The situation in France has also thrown a wrench into the budget talks. The EU has been demanding Italy reduce its proposed 2.4% budget deficit to at least 1.9%. Meanwhile, French President Emmanuel Macron’s proposed budgetary changes will push France’s budget deficit – as a percent of GDP – to be around 3.5%. This crosses the EU’s threshold of 3.0%.


Investors during this time will likely be closely watching the Euro and be on the lookout for key comments from officials indicating possible directions policymakers are heading toward. As a result, the Euro may be more volatile in the coming days along with other European-denominated assets such as the Swiss Franc and Pound Sterling.

The spread between Italian and German 10-year bond yields has increased over 170% since May, indicating a greater reluctance to lend to Rome versus Berlin. However, since late November, the spread has been narrowing. This may be signaling a shift in investor’s outlook on EU-Italy budget negotiations.

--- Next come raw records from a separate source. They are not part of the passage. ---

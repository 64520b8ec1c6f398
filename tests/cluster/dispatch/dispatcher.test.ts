// The cluster's dispatcher: the usual way of work, and everything that agents do to it. The numbers in brackets are
// rows of the fault table (DEVELOPERS.md).

import { describe, expect, test } from 'vitest'
import {
  agent,
  clock,
  dispatcher,
  evaluationsOf,
  factsWithin,
  lossesOf,
  numbers,
  order,
  queue,
  resultsOf,
  search,
  started,
  submit,
  times,
  workedOff,
} from './harness.js'
import { answersTo, itemOf } from './memory-queue.js'

describe('the usual way', () => {
  test('every item is answered once, with what the agent found', async () => {
    await started()
    const worker = agent('a')
    submit(...numbers(50))
    const facts = await workedOff(worker, 2000)
    expect(evaluationsOf(resultsOf(facts))).toEqual(numbers(50))
    expect(resultsOf(facts).every(({ item, result }) => result.values[0] === item.evaluation)).toBe(true)
    expect(dispatcher.status().outstanding).toBe(0)
  })

  test('the search is announced with a beat that moves, and its problem lies ready', async () => {
    await started()
    const first = queue.state.announcements.get(search)!
    await clock.pass(times.heartbeatMs + 10)
    const second = queue.state.announcements.get(search)!
    expect(second.beat).toBeGreaterThan(first.beat)
    expect(second.instance).toBe(queue.state.instance)
    expect(queue.state.plugin).toEqual(Uint8Array.of(1, 2, 3))
  })

  test('a delivery is acknowledged when facts() is called after the call that gave it, never before, not at close', async () => {
    await started()
    const worker = agent('a')
    submit(1, 2)
    await clock.pass(10)
    const [one, two] = worker.take(2)
    const receipt = worker.answer(one!)
    const facts = dispatcher.facts(1000)
    await clock.pass(100)
    expect(resultsOf(await facts).length).toBe(1)
    await clock.pass(5000)
    expect(queue.acknowledged).toEqual([])
    const later = worker.answer(two!)
    const more = dispatcher.facts(1000)
    await clock.pass(100)
    await more
    expect(queue.acknowledged).toEqual([receipt])
    await dispatcher.close()
    expect(queue.state.results.map((one) => one.receipt)).toEqual([later])
  })

  test('jobs last about jobMs when times are known, and leave two for every thread', async () => {
    await started()
    const worker = agent('a', { cores: 2 })
    await clock.pass(times.heartbeatMs * 2)
    submit(...numbers(20))
    // One second each in these tests: two an items of two seconds.
    await workedOff(worker, 1000)
    submit(...numbers(100, 101))
    await clock.pass(10)
    expect(Math.max(...queue.waiting().map(({ items }) => items.length))).toBe(2)
    expect(dispatcher.status().slots).toBe(2)
  })

  test('items that run alone travel alone; confirmations are taken first', async () => {
    await started()
    const worker = agent('a')
    await workedOff(worker, 3000)
    submit(...numbers(4))
    await clock.pass(10)
    dispatcher.submit([5, 6].map((n) => itemOf(n, { isolation: 'alone' })))
    dispatcher.submit([7].map((n) => itemOf(n, { purpose: 'confirm' })))
    await clock.pass(10)
    const jobs = queue.waiting()
    expect(jobs[0]!.header.purpose).toBe('confirm')
    const alone = jobs.filter(({ header }) => header.isolation === 'alone')
    expect(alone.map(({ items }) => items.length)).toEqual([1, 1])
  })
})

describe('agents', () => {
  test('(29) killed: what it held is lost as agent-lost when it has been silent so long, not before, and nobody else', async () => {
    await started()
    const [dead, living] = [agent('dead'), agent('living')]
    submit(1, 2, 3, 4)
    await clock.pass(10)
    const jobs = dead.take(2)
    living.take(1)
    await clock.pass(times.heartbeatMs)
    dead.die()
    // Two missed beats are no silence yet.
    const before = await factsWithin(2 * times.heartbeatMs)
    expect(lossesOf(before)).toEqual([])
    const losses = lossesOf(await factsWithin(times.silentMs - 2 * times.heartbeatMs))
    expect(evaluationsOf(losses)).toEqual(jobs.flatMap(({ items }) => items.map((item) => item.evaluation)))
    expect(losses.every(({ cause }) => cause === 'agent-lost')).toBe(true)
    expect(dispatcher.status().outstanding).toBe(4 - losses.length)
  })

  test('(29) killed before it could say what it took: the work runs elsewhere within the lease', async () => {
    await started()
    const [dead, living] = [agent('dead'), agent('living')]
    submit(1)
    await clock.pass(10)
    dead.die()
    dead.take(1)
    let takenMs = 0
    const startMs = clock.nowMs()
    while (takenMs === 0 && clock.nowMs() - startMs < 60_000) {
      await factsWithin(100)
      if (living.take(1).length > 0) takenMs = clock.nowMs()
    }
    expect(takenMs - startMs).toBeLessThan(times.leaseMs + 2000)
  })

  test('(32) stopped past its lease and going on: its answers count, nothing is lost twice', async () => {
    await started()
    const [slow, other] = [agent('slow'), agent('other')]
    submit(1)
    await clock.pass(10)
    const [job] = slow.take(1)
    await clock.pass(times.heartbeatMs)
    slow.die()
    const losses = lossesOf(await factsWithin(2 * times.silentMs))
    expect(evaluationsOf(losses)).toEqual([1])
    dispatcher.submit([itemOf(1, { attempt: 2 })])
    await clock.pass(10)
    slow.answer(job!)
    const zombie = resultsOf(await factsWithin(500))
    expect(zombie.map(({ item }) => item.attempt)).toEqual([1])
    expect(dispatcher.counters.late).toBe(1)
    const [again] = other.take(1)
    other.answer(again!)
    expect(resultsOf(await factsWithin(500)).map(({ item }) => item.attempt)).toEqual([2])
  })

  test('that says good-bye: what it handed back waits for others, what was addressed to it comes back', async () => {
    await started()
    const [going] = [agent('going', { host: 'h1' }), agent('staying', { host: 'h2' })]
    await clock.pass(2 * times.heartbeatMs)
    submit(1)
    dispatcher.submit([itemOf(2, { avoidHosts: ['h2'] })])
    await clock.pass(10)
    const taken = going.take(2)
    expect(taken.map(({ items }) => items[0]!.evaluation).sort()).toEqual([1, 2])
    queue.handBack(taken.find(({ items }) => items[0]!.evaluation === 1)!)
    going.leave()
    const losses = lossesOf(await factsWithin(2 * times.heartbeatMs))
    expect(losses.map(({ item, cause }) => [item.evaluation, cause])).toEqual([[2, 'handed-back']])
    expect(queue.waiting().map(({ items }) => items[0]!.evaluation)).toEqual([1])
  })

  test('found at the start with a beat that does not move is not there', async () => {
    const old = agent('old')
    old.die()
    await started()
    const facts = await factsWithin(3 * times.heartbeatMs)
    expect(facts.filter(({ kind }) => kind === 'fleet')).toEqual([])
    expect(dispatcher.status().slots).toBe(0)
    await factsWithin(5 * times.leaseMs)
    expect(queue.state.agents.size).toBe(0)
  })

  test('(48) that come and go are told as hosts, once a change', async () => {
    await started()
    const one = agent('one', { host: 'h1', cores: 2 })
    agent('two', { host: 'h1', cores: 3 })
    agent('three', { host: 'h2', cores: 4, processor: 'arm' })
    const came = (await factsWithin(3 * times.heartbeatMs)).filter((fact) => fact.kind === 'fleet')
    expect(came).toEqual([
      {
        kind: 'fleet',
        hosts: [
          { host: 'h1', processor: 'x64', cores: 5 },
          { host: 'h2', processor: 'arm', cores: 4 },
        ],
      },
    ])
    one.die()
    const went = (await factsWithin(2 * times.silentMs)).filter((fact) => fact.kind === 'fleet')
    expect(went.length).toBe(1)
    expect(dispatcher.status().slots).toBe(7)
  })

  test('work goes only where it may: hosts, processors, agents that are shut out', async () => {
    await started()
    const agents = [
      agent('a', { host: 'h1', processor: 'x64' }),
      agent('b', { host: 'h2', processor: 'arm' }),
      agent('c', { host: 'h3', processor: 'x64' }),
    ]
    await clock.pass(2 * times.heartbeatMs)
    dispatcher.submit([
      itemOf(1, { avoidHosts: ['h1', 'h3'], purpose: 'confirm' }),
      itemOf(2, { onProcessor: 'arm' }),
      itemOf(3, { avoid: ['h1', 'b'] }),
      itemOf(4, { avoid: ['h1/1/t1'] }),
      itemOf(5, { avoidHosts: ['h1', 'h2', 'h3'], purpose: 'confirm' }),
      itemOf(6, { onProcessor: 'riscv' }),
    ])
    await clock.pass(10)
    const addressed = (name: string) =>
      queue.waiting(`to-${name}`).flatMap(({ items }) => items.map(({ evaluation }) => evaluation))
    expect(addressed('b').sort()).toEqual([1, 2])
    expect(addressed('c')).toEqual([3])
    expect(addressed('a')).toEqual([])
    expect(queue.waiting().map(({ items }) => items[0]!.evaluation)).toEqual([4])
    expect(queue.waiting('to-b')[0]!.header.avoidHosts).toEqual(['h1', 'h3'])
    const losses = lossesOf(await factsWithin(100))
    expect(losses.map(({ item, cause }) => [item.evaluation, cause])).toEqual([
      [5, 'handed-back'],
      [6, 'handed-back'],
    ])
    expect(agents.length).toBe(3)
  })

  test('an agent that is shut out is given nothing, and is no reason to address work', async () => {
    order({ shutOut: ['h1'] })
    await started()
    agent('a', { host: 'h1' })
    agent('b', { host: 'h2' })
    await clock.pass(2 * times.heartbeatMs)
    dispatcher.submit([itemOf(1, { avoid: ['h1'] })])
    await clock.pass(10)
    expect(queue.waiting().length).toBe(1)
    expect(queue.state.announcements.get(search)?.shutOut).toEqual(['h1'])
  })

  test('(47) a second try of slow work goes to another agent than the first, at once, or comes back', async () => {
    await started()
    const slow = agent('slow')
    await clock.pass(2 * times.heartbeatMs)
    submit(1, 2)
    await clock.pass(10)
    slow.take(1)
    await clock.pass(2 * times.heartbeatMs)
    dispatcher.submit([itemOf(1, { attempt: 2, hedge: true })])
    expect(lossesOf(await factsWithin(100)).map(({ cause }) => cause)).toEqual(['handed-back'])
    const quick = agent('quick')
    await clock.pass(2 * times.heartbeatMs)
    dispatcher.submit([itemOf(1, { attempt: 3, hedge: true })])
    await clock.pass(10)
    expect(queue.waiting('to-quick').map(({ items }) => items[0]!.attempt)).toEqual([3])
    expect(quick.take(1)[0]!.items[0]!.attempt).toBe(3)
  })

  test('what was lost goes out again before all that waits, in its own order', async () => {
    await started()
    agent('a')
    await clock.pass(2 * times.heartbeatMs)
    submit(3, 4, 5)
    await clock.pass(10)
    dispatcher.submit([itemOf(1, { attempt: 2 }), itemOf(2, { attempt: 2 }), itemOf(6)])
    await clock.pass(10)
    const waiting = queue.waiting().flatMap(({ items }) => items.map(({ evaluation }) => evaluation))
    expect(waiting).toEqual([1, 2, 3, 4, 5, 6])
  })

  test('addressed work is spread by cores', async () => {
    await started()
    agent('a', { host: 'h1', cores: 1 })
    agent('b', { host: 'h2', cores: 3 })
    agent('c', { host: 'h3', cores: 3 })
    await clock.pass(2 * times.heartbeatMs)
    dispatcher.submit(numbers(40).map((n) => itemOf(n, { avoidHosts: ['h3'] })))
    await clock.pass(10)
    const of = (name: string) => queue.waiting(`to-${name}`).reduce((sum, { items }) => sum + items.length, 0)
    expect([of('a'), of('b'), of('c')]).toEqual([10, 30, 0])
  })

  test('losses that an agent reports are told once, with who had it', async () => {
    await started()
    const worker = agent('a')
    submit(1)
    await clock.pass(10)
    const [job] = worker.take(1)
    const executor = { kind: 'thread', worker: 'h/2/t1', host: 'h' } as const
    const loss = {
      dispatch: job!.header.dispatch,
      index: 0,
      cause: 'died',
      detail: 'bang',
      executor,
    } as const
    const { header } = answersTo(job!, [], worker)
    queue.deliver({ header, answers: [], losses: [loss] })
    queue.deliver({ header, answers: [], losses: [loss, { ...loss, index: 9 }, { ...loss, dispatch: 1 }] })
    const losses = lossesOf(await factsWithin(500))
    expect(losses).toMatchObject([{ item: { evaluation: 1 }, cause: 'died', detail: 'bang', executor }])
    expect(dispatcher.status().outstanding).toBe(0)
  })
})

Italian and German 10-Year Bond Yield Spread

Italian German 10-Year Bond Yield Spread - Daily Chart

This comes amid internal political fracturing and shifting views of Italians who are appearing to prefer an EU-friendly budget according to several polls conducted in late November. However, it is unlikely Deputy PM Matteo Salvini will back down, given that his popularity has emerged from standing up to Brussels as an anti-establishment politician. For him, compromise is capitulation. His resolve may continue to undermine the Euro, a currency which fundamentally relies on a sense of European unity, not defiance.